#### [Assignment]
From the records below, output exactly the lines running from the line containing "for (const auto&" through the line containing "const Problem& saturable_problem()", and no others.
**** Dataset entries ****
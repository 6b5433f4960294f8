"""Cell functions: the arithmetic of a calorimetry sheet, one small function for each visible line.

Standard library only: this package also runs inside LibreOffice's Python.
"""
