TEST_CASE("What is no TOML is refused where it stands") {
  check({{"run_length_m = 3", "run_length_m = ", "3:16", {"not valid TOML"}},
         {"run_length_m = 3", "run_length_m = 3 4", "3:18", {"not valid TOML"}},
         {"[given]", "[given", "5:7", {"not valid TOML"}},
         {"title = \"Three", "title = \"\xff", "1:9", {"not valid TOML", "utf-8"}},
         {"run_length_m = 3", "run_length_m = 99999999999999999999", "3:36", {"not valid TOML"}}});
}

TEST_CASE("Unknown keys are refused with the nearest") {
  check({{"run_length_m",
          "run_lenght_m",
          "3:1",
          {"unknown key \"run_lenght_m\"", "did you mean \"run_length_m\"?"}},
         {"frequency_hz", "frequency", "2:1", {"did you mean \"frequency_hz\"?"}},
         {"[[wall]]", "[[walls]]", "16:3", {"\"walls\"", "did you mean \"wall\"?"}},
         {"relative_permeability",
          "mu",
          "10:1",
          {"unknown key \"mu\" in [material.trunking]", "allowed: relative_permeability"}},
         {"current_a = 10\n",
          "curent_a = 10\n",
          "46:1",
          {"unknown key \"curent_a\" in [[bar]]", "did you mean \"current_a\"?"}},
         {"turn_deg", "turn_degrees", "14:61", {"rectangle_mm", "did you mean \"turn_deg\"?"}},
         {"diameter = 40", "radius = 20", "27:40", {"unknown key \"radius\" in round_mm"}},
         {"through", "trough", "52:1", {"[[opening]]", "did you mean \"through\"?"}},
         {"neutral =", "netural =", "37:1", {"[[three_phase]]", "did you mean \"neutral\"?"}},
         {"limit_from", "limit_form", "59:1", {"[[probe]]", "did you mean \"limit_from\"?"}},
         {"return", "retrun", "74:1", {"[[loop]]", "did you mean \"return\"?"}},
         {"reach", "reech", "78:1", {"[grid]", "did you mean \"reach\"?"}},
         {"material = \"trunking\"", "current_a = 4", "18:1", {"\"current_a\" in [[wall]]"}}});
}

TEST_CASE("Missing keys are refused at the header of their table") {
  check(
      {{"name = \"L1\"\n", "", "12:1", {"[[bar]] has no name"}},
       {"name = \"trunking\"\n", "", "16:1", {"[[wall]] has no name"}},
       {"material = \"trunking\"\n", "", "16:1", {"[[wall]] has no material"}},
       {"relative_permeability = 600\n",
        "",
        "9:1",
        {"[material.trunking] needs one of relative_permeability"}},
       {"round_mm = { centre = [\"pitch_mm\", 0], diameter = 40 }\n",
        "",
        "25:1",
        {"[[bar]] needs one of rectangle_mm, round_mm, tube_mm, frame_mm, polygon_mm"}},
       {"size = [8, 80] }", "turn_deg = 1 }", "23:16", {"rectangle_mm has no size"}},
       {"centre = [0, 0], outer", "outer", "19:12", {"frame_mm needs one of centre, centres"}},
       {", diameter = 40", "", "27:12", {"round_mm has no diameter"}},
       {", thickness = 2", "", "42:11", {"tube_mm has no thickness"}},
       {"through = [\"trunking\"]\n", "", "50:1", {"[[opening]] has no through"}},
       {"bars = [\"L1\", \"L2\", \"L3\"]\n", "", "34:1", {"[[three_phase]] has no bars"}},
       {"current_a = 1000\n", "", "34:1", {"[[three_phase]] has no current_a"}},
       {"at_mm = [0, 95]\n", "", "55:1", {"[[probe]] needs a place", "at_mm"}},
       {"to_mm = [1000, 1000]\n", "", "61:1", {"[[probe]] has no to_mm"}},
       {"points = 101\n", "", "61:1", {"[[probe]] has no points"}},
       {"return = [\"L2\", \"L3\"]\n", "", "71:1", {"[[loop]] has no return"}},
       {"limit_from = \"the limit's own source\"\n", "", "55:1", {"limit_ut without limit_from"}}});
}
****
**** Dataset entries ****
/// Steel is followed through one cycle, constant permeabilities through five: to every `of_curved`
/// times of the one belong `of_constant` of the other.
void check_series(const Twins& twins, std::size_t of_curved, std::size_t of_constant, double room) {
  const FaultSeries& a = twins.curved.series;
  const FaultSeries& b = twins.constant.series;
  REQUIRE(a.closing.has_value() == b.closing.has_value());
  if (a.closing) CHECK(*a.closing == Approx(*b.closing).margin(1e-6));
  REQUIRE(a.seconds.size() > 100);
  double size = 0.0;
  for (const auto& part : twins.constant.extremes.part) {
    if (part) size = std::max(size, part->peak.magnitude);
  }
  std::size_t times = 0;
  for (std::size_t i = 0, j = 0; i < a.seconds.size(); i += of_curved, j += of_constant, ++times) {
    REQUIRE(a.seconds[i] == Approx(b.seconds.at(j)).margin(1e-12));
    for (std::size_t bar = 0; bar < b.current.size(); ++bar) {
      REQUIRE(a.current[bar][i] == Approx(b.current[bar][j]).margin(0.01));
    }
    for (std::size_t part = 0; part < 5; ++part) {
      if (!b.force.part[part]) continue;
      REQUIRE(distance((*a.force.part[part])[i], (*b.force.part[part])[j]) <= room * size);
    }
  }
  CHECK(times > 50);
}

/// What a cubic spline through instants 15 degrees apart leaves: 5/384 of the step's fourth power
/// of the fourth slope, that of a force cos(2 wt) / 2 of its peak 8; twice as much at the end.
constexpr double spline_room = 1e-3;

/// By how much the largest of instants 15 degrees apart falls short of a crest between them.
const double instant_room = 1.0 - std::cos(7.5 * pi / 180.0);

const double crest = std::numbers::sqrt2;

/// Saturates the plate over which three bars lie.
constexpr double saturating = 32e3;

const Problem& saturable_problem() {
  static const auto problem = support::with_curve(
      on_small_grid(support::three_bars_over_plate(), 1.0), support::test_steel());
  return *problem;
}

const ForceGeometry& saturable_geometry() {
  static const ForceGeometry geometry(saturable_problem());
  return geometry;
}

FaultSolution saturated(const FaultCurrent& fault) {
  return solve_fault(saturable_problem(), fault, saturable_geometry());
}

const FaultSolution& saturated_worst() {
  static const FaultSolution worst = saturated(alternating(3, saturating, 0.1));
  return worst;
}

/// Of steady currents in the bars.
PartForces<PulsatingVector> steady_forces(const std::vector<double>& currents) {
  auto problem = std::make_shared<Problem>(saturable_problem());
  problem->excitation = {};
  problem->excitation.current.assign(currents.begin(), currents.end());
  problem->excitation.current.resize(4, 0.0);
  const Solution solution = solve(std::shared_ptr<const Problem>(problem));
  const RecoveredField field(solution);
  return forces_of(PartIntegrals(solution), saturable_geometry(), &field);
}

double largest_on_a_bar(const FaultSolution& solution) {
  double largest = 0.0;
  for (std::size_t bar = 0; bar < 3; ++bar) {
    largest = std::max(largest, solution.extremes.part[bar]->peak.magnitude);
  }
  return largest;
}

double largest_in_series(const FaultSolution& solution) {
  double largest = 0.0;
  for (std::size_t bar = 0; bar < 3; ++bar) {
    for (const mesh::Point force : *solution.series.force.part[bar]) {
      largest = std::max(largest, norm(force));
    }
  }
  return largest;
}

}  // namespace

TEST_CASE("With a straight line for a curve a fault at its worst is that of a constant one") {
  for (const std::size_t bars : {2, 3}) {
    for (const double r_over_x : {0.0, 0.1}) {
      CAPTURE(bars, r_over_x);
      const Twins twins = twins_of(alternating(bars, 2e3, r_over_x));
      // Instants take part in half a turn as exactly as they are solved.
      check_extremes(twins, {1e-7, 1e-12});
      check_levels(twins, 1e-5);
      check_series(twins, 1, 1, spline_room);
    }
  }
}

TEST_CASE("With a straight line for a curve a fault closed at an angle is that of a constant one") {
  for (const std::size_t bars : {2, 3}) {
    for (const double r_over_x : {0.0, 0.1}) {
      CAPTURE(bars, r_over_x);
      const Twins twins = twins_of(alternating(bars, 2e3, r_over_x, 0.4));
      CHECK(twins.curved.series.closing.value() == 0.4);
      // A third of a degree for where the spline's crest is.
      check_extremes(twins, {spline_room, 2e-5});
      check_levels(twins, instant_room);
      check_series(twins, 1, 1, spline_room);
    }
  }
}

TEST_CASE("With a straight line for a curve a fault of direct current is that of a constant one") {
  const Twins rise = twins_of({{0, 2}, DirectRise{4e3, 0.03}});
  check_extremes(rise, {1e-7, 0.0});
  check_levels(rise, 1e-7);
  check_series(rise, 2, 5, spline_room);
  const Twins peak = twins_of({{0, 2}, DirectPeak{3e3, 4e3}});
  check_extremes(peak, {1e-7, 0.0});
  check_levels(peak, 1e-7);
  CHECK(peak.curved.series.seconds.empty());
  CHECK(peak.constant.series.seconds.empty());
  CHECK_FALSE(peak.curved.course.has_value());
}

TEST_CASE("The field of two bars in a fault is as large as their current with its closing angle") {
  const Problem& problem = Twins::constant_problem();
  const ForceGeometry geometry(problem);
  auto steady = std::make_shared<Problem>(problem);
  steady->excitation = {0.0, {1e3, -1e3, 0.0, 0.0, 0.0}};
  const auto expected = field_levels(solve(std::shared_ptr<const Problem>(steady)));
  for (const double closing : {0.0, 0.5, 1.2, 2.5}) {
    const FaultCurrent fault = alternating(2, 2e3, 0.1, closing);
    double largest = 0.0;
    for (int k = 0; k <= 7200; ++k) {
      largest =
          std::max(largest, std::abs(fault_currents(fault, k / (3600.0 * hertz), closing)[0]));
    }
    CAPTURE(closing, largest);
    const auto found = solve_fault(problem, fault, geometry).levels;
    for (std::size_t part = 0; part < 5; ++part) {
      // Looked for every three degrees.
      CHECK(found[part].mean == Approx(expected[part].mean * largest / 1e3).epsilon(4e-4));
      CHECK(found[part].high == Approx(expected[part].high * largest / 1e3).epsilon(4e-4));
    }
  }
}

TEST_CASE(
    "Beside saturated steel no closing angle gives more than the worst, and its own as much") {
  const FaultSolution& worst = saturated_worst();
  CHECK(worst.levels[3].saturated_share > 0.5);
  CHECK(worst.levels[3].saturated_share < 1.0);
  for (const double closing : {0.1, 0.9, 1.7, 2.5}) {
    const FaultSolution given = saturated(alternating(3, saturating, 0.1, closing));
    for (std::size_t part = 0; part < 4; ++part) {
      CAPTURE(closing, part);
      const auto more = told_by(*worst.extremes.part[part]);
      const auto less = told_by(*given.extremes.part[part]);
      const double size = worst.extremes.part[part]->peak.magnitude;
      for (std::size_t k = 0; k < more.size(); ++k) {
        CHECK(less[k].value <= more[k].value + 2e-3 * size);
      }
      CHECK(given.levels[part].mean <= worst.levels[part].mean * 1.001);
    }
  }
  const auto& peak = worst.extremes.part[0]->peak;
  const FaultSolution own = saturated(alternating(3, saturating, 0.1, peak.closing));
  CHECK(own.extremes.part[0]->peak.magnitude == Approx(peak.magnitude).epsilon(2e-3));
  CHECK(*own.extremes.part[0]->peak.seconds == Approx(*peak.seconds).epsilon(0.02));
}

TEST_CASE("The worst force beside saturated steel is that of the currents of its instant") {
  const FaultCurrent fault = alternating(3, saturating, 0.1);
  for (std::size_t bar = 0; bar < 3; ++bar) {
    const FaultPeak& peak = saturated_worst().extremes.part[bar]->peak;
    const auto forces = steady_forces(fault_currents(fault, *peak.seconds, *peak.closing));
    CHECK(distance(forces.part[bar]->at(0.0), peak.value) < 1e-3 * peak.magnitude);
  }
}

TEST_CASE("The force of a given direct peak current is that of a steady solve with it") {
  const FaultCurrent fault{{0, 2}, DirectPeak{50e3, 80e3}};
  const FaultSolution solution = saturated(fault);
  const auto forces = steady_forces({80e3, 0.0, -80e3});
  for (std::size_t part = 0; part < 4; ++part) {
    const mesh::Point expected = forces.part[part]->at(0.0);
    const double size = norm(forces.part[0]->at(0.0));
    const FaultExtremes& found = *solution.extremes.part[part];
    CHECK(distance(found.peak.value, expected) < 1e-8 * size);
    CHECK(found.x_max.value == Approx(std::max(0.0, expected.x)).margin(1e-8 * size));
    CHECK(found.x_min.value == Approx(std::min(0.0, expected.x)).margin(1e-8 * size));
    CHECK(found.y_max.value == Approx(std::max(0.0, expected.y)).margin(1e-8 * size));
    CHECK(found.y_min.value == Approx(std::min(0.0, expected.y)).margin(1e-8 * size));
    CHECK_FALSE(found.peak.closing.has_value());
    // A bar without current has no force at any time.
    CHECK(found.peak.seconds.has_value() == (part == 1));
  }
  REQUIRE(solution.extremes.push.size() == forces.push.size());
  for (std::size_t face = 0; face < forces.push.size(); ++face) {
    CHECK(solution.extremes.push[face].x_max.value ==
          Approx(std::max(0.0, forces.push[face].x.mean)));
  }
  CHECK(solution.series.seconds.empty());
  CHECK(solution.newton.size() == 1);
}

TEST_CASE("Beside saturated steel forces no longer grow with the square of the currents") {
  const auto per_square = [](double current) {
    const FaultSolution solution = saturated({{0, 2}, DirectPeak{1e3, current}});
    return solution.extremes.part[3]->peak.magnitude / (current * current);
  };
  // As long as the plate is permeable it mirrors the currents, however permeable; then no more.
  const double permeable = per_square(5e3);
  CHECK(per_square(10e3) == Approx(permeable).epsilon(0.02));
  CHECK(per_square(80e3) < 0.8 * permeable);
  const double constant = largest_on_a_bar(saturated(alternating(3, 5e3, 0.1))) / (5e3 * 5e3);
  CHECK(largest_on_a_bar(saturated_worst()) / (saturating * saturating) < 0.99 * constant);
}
****
#### [Solution for this problem]
  for (const auto& part : twins.constant.extremes.part) {
    if (part) size = std::max(size, part->peak.magnitude);
  }
  std::size_t times = 0;
  for (std::size_t i = 0, j = 0; i < a.seconds.size(); i += of_curved, j += of_constant, ++times) {
    REQUIRE(a.seconds[i] == Approx(b.seconds.at(j)).margin(1e-12));
    for (std::size_t bar = 0; bar < b.current.size(); ++bar) {
      REQUIRE(a.current[bar][i] == Approx(b.current[bar][j]).margin(0.01));
    }
    for (std::size_t part = 0; part < 5; ++part) {
      if (!b.force.part[part]) continue;
      REQUIRE(distance((*a.force.part[part])[i], (*b.force.part[part])[j]) <= room * size);
    }
  }
  CHECK(times > 50);
}

/// What a cubic spline through instants 15 degrees apart leaves: 5/384 of the step's fourth power
/// of the fourth slope, that of a force cos(2 wt) / 2 of its peak 8; twice as much at the end.
constexpr double spline_room = 1e-3;

/// By how much the largest of instants 15 degrees apart falls short of a crest between them.
const double instant_room = 1.0 - std::cos(7.5 * pi / 180.0);

const double crest = std::numbers::sqrt2;

/// Saturates the plate over which three bars lie.
constexpr double saturating = 32e3;

const Problem& saturable_problem() {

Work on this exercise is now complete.